Il diritto di non correre

Mentre scrivevamo Niente panico si continua a correre, Giovanni ed io abbiamo inserito anche un decalogo del podista. Volevamo raccogliere alcuni consigli imparati dall’esperienza e proporli con un po’ di umorismo come se fossero delle regole.

Alla fine è uno dei capitoli più citato del nostro libro e questo ci fa piacere.

L’idea era venuta a me, sulla falsariga di quanto fatto da Daniel Pennac in un’opera che considero una pietra d’angolo per gli amanti della lettura, parlo di Come un romanzo, dove citava il decalogo dei diritti del lettore. 
E il primo diritto è quello di non leggere.

podista stanco

E Pennac mi è venuto in mente durante questo ultimo weekend.
Avevo lavorato molto tra giovedì e venerdì, sabato sono dovuto andare a Bergamo (250 km ad andare ed altrettanti a tornare) e domenica pioveva che dio la mandava… insomma – per dirla tutta – non avevo proprio voglia di correre. E così ho fatto.

Dallo scorso anno ho deciso di non gareggiare più, di correre solo per piacere e per mantenere vivo quel rapporto con il mio corpo che è un vantaggio collaterale di correre regolarmente.
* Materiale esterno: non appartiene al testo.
std::string summary_json(const CaseFile& c, const std::vector<VariantSummary>& rows, const EconomicsResults* economics) {
  std::ostringstream j;
  j << "{\n  \"acidload-version\": " << quote(version()) << ",\n  \"case-file\": " << quote(c.file)
    << ",\n  \"case\": " << quote(c.title) << ",\n  \"note\": "
    << quote("Estimates that support, not replace, the engine maker's and oil supplier's limits, lab analysis, "
             "local codes and licensed practice.")
    << ",\n  \"variants\": [";
  for (std::size_t i = 0; i < rows.size(); ++i) {
    const VariantSummary& v = rows[i];
    const ChargeSummary& ch = v.charge;
    j << (i ? "," : "") << "\n    {\n      \"name\": " << quote(v.name) << ",\n";
    j << "      \"acid-inflow-g-koh-per-h\": {\"sulfuric\": " << num(v.inflow_koh.sulfuric)
      << ", \"sulfurous-fresh-oil\": " << num(v.inflow_koh.sulfurous_fresh)
      << ", \"hydrochloric\": " << num(v.inflow_koh.hydrochloric) << ", \"hydrofluoric\": " << num(v.inflow_koh.hydrofluoric)
      << ", \"nitric\": " << num(v.inflow_koh.nitric) << "},\n";
    const AcidInflow::PerAcid g = v.inflow.as_mass();
    j << "      \"acid-inflow-g-per-h\": {\"sulfuric\": " << num(g.sulfuric) << ", \"sulfurous-fresh-oil\": "
      << num(g.sulfurous_fresh) << ", \"hydrochloric\": " << num(g.hydrochloric) << ", \"hydrofluoric\": "
      << num(g.hydrofluoric) << ", \"nitric\": " << num(g.nitric) << "},\n";
    j << "      \"acid-inflow-mol-per-h\": {\"sulfuric-liner\": " << num(v.inflow.sulfuric_liner)
      << ", \"sulfuric-blow-by\": " << num(v.inflow.sulfuric_blowby)
      << ", \"sulfurous-fresh-oil\": " << num(v.inflow.sulfurous_fresh) << ", \"hydrochloric\": " << num(v.inflow.hydrochloric)
      << ", \"hydrofluoric\": " << num(v.inflow.hydrofluoric) << ", \"nitric\": " << num(v.inflow.nitric) << "},\n";
    j << "      \"sulfur-share-to-oil\": " << num(v.sulfur_share_to_oil) << ",\n";
    j << "      \"sulfur-share-to-oil-charge-average\": "
      << (v.sulfur_share_to_oil_average >= 0 ? num(v.sulfur_share_to_oil_average) : "null") << ",\n";
    j << "      \"initial-tbn-rate-mg-koh-per-g-per-h\": " << num(v.initial_tbn_rate) << ",\n";
    j << "      \"tbn-rate-charge-average-mg-koh-per-g-per-h\": " << num(v.tbn_fall_rate_average) << ",\n";
    // an oil-condition limit, or none: the planned maximum hours is a horizon, not a result
    j << "      \"drain-interval-h\": " << (ch.oil_limit_reached() ? num(ch.drain_interval) : "null") << ",\n";
    j << "      \"limit-reached\": " << (ch.oil_limit_reached() ? quote(std::string(name(*ch.first))) : "null") << ",\n";
    j << "      \"no-limit-within-h\": "
      << (ch.oil_limit_reached() ? "null" : num(ch.first ? ch.drain_interval : ch.oil_hours)) << ",\n";
    j << "      \"antioxidant-spent-at-h\": " << (ch.antioxidant_spent_at >= 0 ? num(ch.antioxidant_spent_at) : "null") << ",\n";
    j << "      \"at-drain-or-end\": {\"tbn-mg-koh-per-g\": " << num(v.tbn_end) << ", \"tan-mg-koh-per-g\": " << num(v.tan_end)
      << ", \"san-mg-koh-per-g\": " << num(v.san_end) << "},\n";
    j << "      \"limits\": {";
    for (std::size_t k = 0; k < limit_count; ++k) {
      const Limit l = all_limits[k];
      const LimitReading& r = ch.at_end[k];
      j << (k ? ", " : "") << quote(std::string(name(l))) << ": {\"reached-at-h\": "
        << (ch.reached_at[k] >= 0 ? num(ch.reached_at[k]) : "null") << ", \"value\": " << num(r.value)
        << ", \"limit\": " << num(r.limit) << ", \"margin\": " << num(r.margin()) << "}";
    }
    j << "},\n";
    j << "      \"charges\": [";
    for (std::size_t k = 0; k < v.run.charges.size(); ++k) {
      const ChargeSummary& x = v.run.charges[k];
      j << (k ? ", " : "") << "{\"start-engine-hours-h\": " << num(x.start_engine_hours) << ", \"oil-hours-h\": "
        << num(x.oil_hours) << ", \"ended-by-oil-change\": " << (x.ended_by_change ? "true" : "false")
        << ", \"drain-interval-h\": " << (x.oil_limit_reached() ? num(x.drain_interval) : "null") << ", \"limit-reached\": "
        << (x.oil_limit_reached() ? quote(std::string(name(*x.first))) : "null") << "}";
    }
    j << "],\n";
    j << "      \"floor-reached-at-h\": " << (ch.floor_reached_at >= 0 ? num(ch.floor_reached_at) : "null") << ",\n";
    if (v.steady_state) {
      const OilState& s = *v.steady_state;
      const OilProperties& oil = c.variants[i].charge.oil;
      j << "      \"steady-state\": {\"base-mg-koh-per-g\": " << num(s.base) << ", \"tbn-d4739-mg-koh-per-g\": "
        << num(tbn(s, oil, BaseNumberMethod::d4739)) << ", \"tan-mg-koh-per-g\": " << num(acidload::tan(s, oil))
        << ", \"san-mg-koh-per-g\": " << num(s.strong_acid)
        << ", \"oxidation-a-per-cm\": " << num(s.oxidation) << ", \"nitration-a-per-cm\": " << num(s.nitration)
        << ", \"viscosity-rise\": " << num(viscosity_rise(s, oil)) << ", \"antioxidant-remaining\": " << num(s.antioxidant)
        << ", \"anti-wear-remaining\": " << num(anti_wear_remaining(s, oil)) << "},\n";
    } else {
      j << "      \"steady-state\": null,\n";
    }
    const auto c_of = [](double k) { return k > 0 ? num(k - constants::zero_celsius) : std::string("null"); };
    j << "      \"exhaust-dew-points-degc\": {\"water\": " << c_of(v.dew_points.water) << ", \"sulfuric\": "
      << c_of(v.dew_points.sulfuric) << ", \"sulfuric-zarenezhad\": " << c_of(v.dew_points.sulfuric_zarenezhad)
      << ", \"sulfuric-okkes\": " << c_of(v.dew_points.sulfuric_okkes) << ", \"hydrochloric\": "
      << c_of(v.dew_points.hydrochloric) << ", \"minimum-wall\": " << c_of(v.dew_points.minimum_wall_temperature) << "},\n";
    {
      const Transfer& t = v.run.first_transfer;
      j << "      \"temperatures-degc\": {\"blow-by-water-dew-point\": " << c_of(t.blowby_water_dew_point)
        << ", \"in-cylinder-acid-dew-point\": " << c_of(t.cylinder_acid_dew_point) << ", \"liner-wall-running\": "
        << c_of(t.liner_temperature) << ", \"liner-wall-at-start\": " << c_of(t.liner_temperature_at_start) << "},\n";
      j << "      \"crankcase-wetness\": " << num(t.wetness) << ",\n";
      j << "      \"warm-up-liner-acid-mol-s-per-h\": " << num(t.inflow.sulfuric_warmup) << ",\n";
    }
    const auto figures = [&](const Emissions& e) {
      std::ostringstream o;
      const auto one = [&](const char* key, const EmissionFigure& f, bool last) {
        o << quote(key) << ": {\"ppmv-wet\": " << num(f.ppmv_wet) << ", \"ppmv-dry\": " << num(f.ppmv_dry)
          << ", \"mg-per-nm3-wet\": " << num(f.mg_per_m3_wet) << ", \"mg-per-nm3-dry\": " << num(f.mg_per_m3_dry)
          << ", \"ppmv-dry-at-o2-reference\": " << num(f.ppmv_dry_at_ref) << ", \"mg-per-nm3-dry-at-o2-reference\": "
          << num(f.mg_per_m3_dry_at_ref) << "}" << (last ? "" : ", ");
      };
      o << "{\"o2-reference\": " << num(e.o2_reference) << ", \"o2-of-air\": " << num(e.o2_air) << ", \"o2-dry\": "
        << num(e.o2_dry) << ", \"h2o-wet\": " << num(e.water_wet) << ", \"flow-wet-nm3-per-h\": " << num(e.flow_wet)
        << ", \"flow-dry-nm3-per-h\": " << num(e.flow_dry) << ", \"so2-kg-per-h\": " << num(e.so2_mass_flow) << ", ";
      one("so2", e.so2, false), one("so3", e.so3, false), one("hcl", e.hcl, false), one("hf", e.hf, false);
      one("nox-as-no2", e.nox, false), one("h2o", e.h2o, false), one("o2", e.o2, true);
      o << "}";
      return o.str();
    };
    j << "      \"exhaust\": " << figures(v.emissions) << ",\n";
    j << "      \"exhaust-after-catalyst\": " << (v.emissions_after_catalyst ? figures(*v.emissions_after_catalyst) : "null")
      << ",\n";
    if (v.dew_points_after_catalyst) {
      const ExhaustDewPoints& d = *v.dew_points_after_catalyst;
      j << "      \"exhaust-dew-points-after-catalyst-degc\": {\"water\": " << c_of(d.water) << ", \"sulfuric\": "
        << c_of(d.sulfuric) << ", \"hydrochloric\": " << c_of(d.hydrochloric) << ", \"minimum-wall\": "
        << c_of(d.minimum_wall_temperature) << "},\n";
    } else {
      j << "      \"exhaust-dew-points-after-catalyst-degc\": null,\n";
    }
    j << "      \"warnings\": [";
    for (std::size_t w = 0; w < v.warnings.size(); ++w)
      j << (w ? ", " : "") << "{\"key\": " << quote(v.warnings[w].key) << ", \"value\": " << quote(v.warnings[w].value)
        << ", \"reason\": " << quote(v.warnings[w].reason) << "}";
    j << "],\n";
    j << "      \"so3-share\": " << num(v.so3_share) << ",\n      \"so3-share-equilibrium-bound\": " << num(v.so3_share_bound)
      << ",\n      \"engine-hours\": " << num(v.run.engine_hours) << "\n    }";
  }
  j << "\n  ]";
  if (economics) j << ",\n  \"economics\": " << economics_json(*economics, 2);
  j << "\n}\n";
  return j.str();
}
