# Every visible text element's colour against the first opaque background behind it, by the
# WCAG 2.1 relative-luminance formula; returns those under 4.5:1.
CONTRAST_SCRIPT = """
const lum = (c) => {
  const [r, g, b] = c.map((v) => { v /= 255; return v <= 0.03928 ? v / 12.92 : Math.pow((v + 0.055) / 1.055, 2.4); });
  return 0.2126 * r + 0.7152 * g + 0.0722 * b;
};
const rgba = (text) => (text.match(/[\\d.]+/g) || []).map(Number);
const background = (e) => {
  for (; e; e = e.parentElement) {
    const c = rgba(getComputedStyle(e).backgroundColor);
    if (c.length >= 3 && (c.length < 4 || c[3] > 0.9)) return c.slice(0, 3);
  }
  return [255, 255, 255];
};
const low = [];
for (const e of document.querySelectorAll('body *')) {
  if (!e.offsetParent || ![...e.childNodes].some((n) => n.nodeType === 3 && n.textContent.trim())) continue;
  if (e.closest('canvas, .dygraph-axis-label')) continue;
  const fg = rgba(getComputedStyle(e).color).slice(0, 3);
  const bg = background(e);
  const [a, b] = [lum(fg), lum(bg)].sort((x, y) => y - x);
  const ratio = (a + 0.05) / (b + 0.05);
  if (ratio < 4.5) low.push(e.tagName + '.' + e.className + ' ' + ratio.toFixed(2) + ' ' + e.textContent.trim().slice(0, 30));
}
return low;
"""


def gone(element):
    """Whether a found element has left the page (its view was drawn again)."""
    try:
        element.is_enabled()
        return False
    except StaleElementReferenceException:
        return True


def series_path(key):
    return urllib.parse.quote(key, safe="")
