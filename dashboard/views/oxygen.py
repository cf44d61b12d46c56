"""Oxygen path page: Fick extraction against the haemoglobin dissociation curve.

For rest, VT1, VT2 and peak: the dissociation curves under resting and exercise conditions
with the arterial and implied venous points, the Fick-versus-curve table and the breakdown of
unloading by cause. The conditions are editable; the page puts them into the analysis settings
(``oxygen``) and shows what :func:`analysis.pipeline.analyze_session` — which calls
:func:`analysis.oxygen.oxygen_comparison` — returns. Nothing is computed here.
"""

from __future__ import annotations

import copy
import logging
import re
from dataclasses import asdict
from typing import TYPE_CHECKING, Any

import pandas as pd
import streamlit as st

from analysis.oxygen import CAUTION, DEFAULT_CONDITIONS, STATE_NAMES, StateConditions
from analysis.oxygen.comparison import COMPARISON_MODELS, OxygenComparison
from analysis.oxygen.pathway import OxygenPathway
from analysis.results import TestResults
from dashboard import data, state
from dashboard.charts.oxygen_curves import STATE_LABEL, dissociation_figure, unloading_figure
from dashboard.report.html_report import format_number
from dashboard.views._test_choice import choose_test, settings_json, test_settings

if TYPE_CHECKING:
    from store import Store

log = logging.getLogger("tidemark.dashboard")

#: Short names in the selector (a long name is cut off in a third of the page) ...
MODEL_LABELS: dict[str, str] = {
    "siggaard_andersen": "Siggaard-Andersen 1984",
    "severinghaus": "Severinghaus 1979",
}
#: ... and what each curve takes into account, shown under it.
MODEL_INPUTS: dict[str, str] = {
    "siggaard_andersen": "Shifts with pH, base excess, 2,3-BPG and temperature.",
    "severinghaus": "Shifts with pH, PCO2 and temperature.",
}

#: Editable conditions: field, label, step, min, max.
CONDITION_FIELDS: tuple[tuple[str, str, float, float, float], ...] = (
    ("temperature_c", "Temperature (°C)", 0.1, 30.0, 43.0),
    ("ph", "pH", 0.01, 6.9, 7.7),
    ("pco2_mmhg", "PCO2 (mmHg)", 1.0, 15.0, 120.0),
    ("dpg_mmol_l", "2,3-BPG (mmol/L)", 0.1, 1.0, 12.0),
    ("base_excess_mmol_l", "Base excess (mmol/L)", 0.5, -30.0, 15.0),
)

DEFAULT_PAO2_MMHG = 95.0
DEFAULT_SPO2_PCT = 97.0


def widget_key(state_name: str, field: str) -> str:
    """Session-state key of one condition input (tests set these)."""
    return f"ox_{state_name}_{field}"


#: How the blood gas of each state is given: the field left out is derived (Van Slyke equation).
GAS_GIVEN: dict[str, str] = {
    "ph": "PCO2 and base excess (pH derived)",
    "base_excess_mmol_l": "pH and PCO2 (base excess derived)",
    "pco2_mmhg": "pH and base excess (PCO2 derived)",
    "": "pH, PCO2 and base excess (a measured blood gas)",
}

#: Where arterial PO2 comes from.
PAO2_SOURCES: tuple[str, ...] = ("Alveolar gas equation", "Measured PaO2", "SpO2")


def oxygen_settings(
    *,
    model: str,
    pao2_mmhg: float | None,
    spo2_pct: float | None,
    conditions: dict[str, dict[str, float | None]],
    q_l_min: dict[str, float],
) -> dict[str, Any]:
    """The ``oxygen`` entry of the analysis settings, in the form the pipeline reads.

    ``pao2_mmhg`` is a MEASURED arterial PO2; ``None`` lets the analysis derive it from the
    alveolar gas equation at the test's barometric pressure.
    """
    out: dict[str, Any] = {"model": model, "conditions": conditions}
    if pao2_mmhg is not None:
        out["pao2_mmhg"] = float(pao2_mmhg)
    if spo2_pct is not None:
        out["spo2_pct"] = float(spo2_pct)
    if q_l_min:
        out["q_l_min"] = {k: float(v) for k, v in q_l_min.items()}
    return out


def with_oxygen(settings: dict[str, Any], oxygen: dict[str, Any], *, hb_g_dl: float | None) -> dict[str, Any]:
    """A copy of ``settings`` with the oxygen conditions (and an Hb override when given)."""
    new = copy.deepcopy(settings)
    new["oxygen"] = oxygen
    if hb_g_dl is not None:
        meta = dict(new.get("metadata") or {})
        meta["hb_g_dl"] = float(hb_g_dl)
        new["metadata"] = meta
    return new


def points_frame(oxygen: OxygenComparison) -> pd.DataFrame:
    """Arterial and venous points of each state for the curve chart (values from the record)."""
    rows = []
    seen_arterial = set()
    for s in oxygen.states:
        art = (round(float(s.pao2_mmhg), 3), round(float(s.sao2), 5))
        if art not in seen_arterial:
            seen_arterial.add(art)
            rows.append({"state": s.name, "site": "arterial", "po2_mmhg": s.pao2_mmhg, "saturation": s.sao2})
        if s.svo2 is not None and s.pvo2_exercise_curve_mmhg is not None:
            rows.append({"state": s.name, "site": "venous", "po2_mmhg": s.pvo2_exercise_curve_mmhg, "saturation": s.svo2})
    return pd.DataFrame(rows, columns=["state", "site", "po2_mmhg", "saturation"])


def by_state(rows: list[dict[str, str]]) -> pd.DataFrame:
    """Quantities as rows and the states (Rest, VT1, VT2, Peak) as columns: reads on a tablet."""
    if not rows:
        return pd.DataFrame()
    frame = pd.DataFrame(rows).set_index("State").T
    frame.index.name = "Quantity"
    return frame.reset_index()


def comparison_table(oxygen: OxygenComparison) -> pd.DataFrame:
    """The Fick-versus-curve table (one column per state), numbers formatted from the record."""
    rows = []
    for s in oxygen.states:
        rows.append(
            {
                "State": STATE_LABEL.get(s.name, s.name),
                "VO2 (mL/min)": format_number(s.vo2_ml_min, 0),
                "Q (L/min)": format_number(s.q_l_min, 1),
                "Q source": Q_SOURCE.get(s.q_method, "measured"),
                "SV (mL)": format_number(s.stroke_volume_ml, 0),
                "Fick a-vO2 (mL/dL)": format_number(s.avo2_ml_dl, 1),
                "PaO2 (mmHg)": format_number(s.pao2_mmhg, 1),
                "PaO2 from": s.pao2_source,
                "Arterial pH": format_number(s.arterial_conditions.ph, 3),
                "CaO2 (mL/dL)": format_number(s.cao2_ml_dl, 1),
                "Implied CvO2 (mL/dL)": format_number(s.cvo2_ml_dl, 1),
                "Implied SvO2 (%)": format_number(None if s.svo2 is None else 100.0 * s.svo2, 1),
                "Mixed venous pH": format_number(s.conditions.ph, 3),
                "Mixed venous PCO2 (mmHg)": format_number(s.conditions.pco2_mmhg, 1),
                "Mixed venous base excess (mmol/L)": format_number(s.conditions.base_excess_mmol_l, 1),
                "Venous PO2, resting curve (mmHg)": format_number(s.pvo2_resting_curve_mmhg, 1),
                "Venous PO2, exercise curve (mmHg)": format_number(s.pvo2_exercise_curve_mmhg, 1),
                "Most the curve allows (mL/dL)": format_number(s.max_avo2_by_curve_ml_dl, 1),
            }
        )
    return by_state(rows)
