def _field_text(value: object, where: str, name: str) -> str:
    if value is None:
        return ""
    if isinstance(value, int) and not isinstance(value, bool):
        return str(value)
    if not isinstance(value, str):
        raise InputError(f"{where}: field {name!r}: expected text, got {type(value).__name__}")
    return value.strip()


def _field_texts(value: object, where: str, name: str) -> tuple[str, ...]:
    if value is None:
        return ()
    if isinstance(value, str) or not isinstance(value, Iterable):
        raise InputError(f"{where}: field {name!r}: expected a list of text")
    result = []
    for k, item in enumerate(value):
        if not isinstance(item, str):
            raise InputError(f"{where}: field {name!r}[{k}]: expected text")
        result.append(item.strip())
    return tuple(result)


def _plain(value: Any) -> Any:
    if isinstance(value, Mapping):
        return {k: _plain(v) for k, v in value.items()}
    if isinstance(value, list | tuple):
        return [_plain(v) for v in value]
    return value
Il bello di questo approccio è che mi permette di liberarmi di quel fastidioso senso di colpa dell’uscita mancata (che è tipico del runner che prepara una gara).

E c’è ancora un altro vantaggio.
Dopo aver saltato un’uscita programmata, di solito, torni con più voglia di correre.

Nel mio caso ho corso venerdì, il sabato era previsto riposo, così domenica dovevo correre ma sono rimasto a casa.
Pigramente, sul divano, davanti alla stufa. Dividendomi tra libri e televisione.
Sono uscito sotto l’acqua solo per eliminare alcuni rami che l’ultima nevicata aveva abbattuto, ma niente di più.

Oggi non vedo l’ora di indossare le scarpette e di uscire (magari in pausa pranzo) a fare un’oretta allegra, togliendo la ruggine dalle gambe e riempiendomi i polmoni dell’aria frizzante dei miei boschi.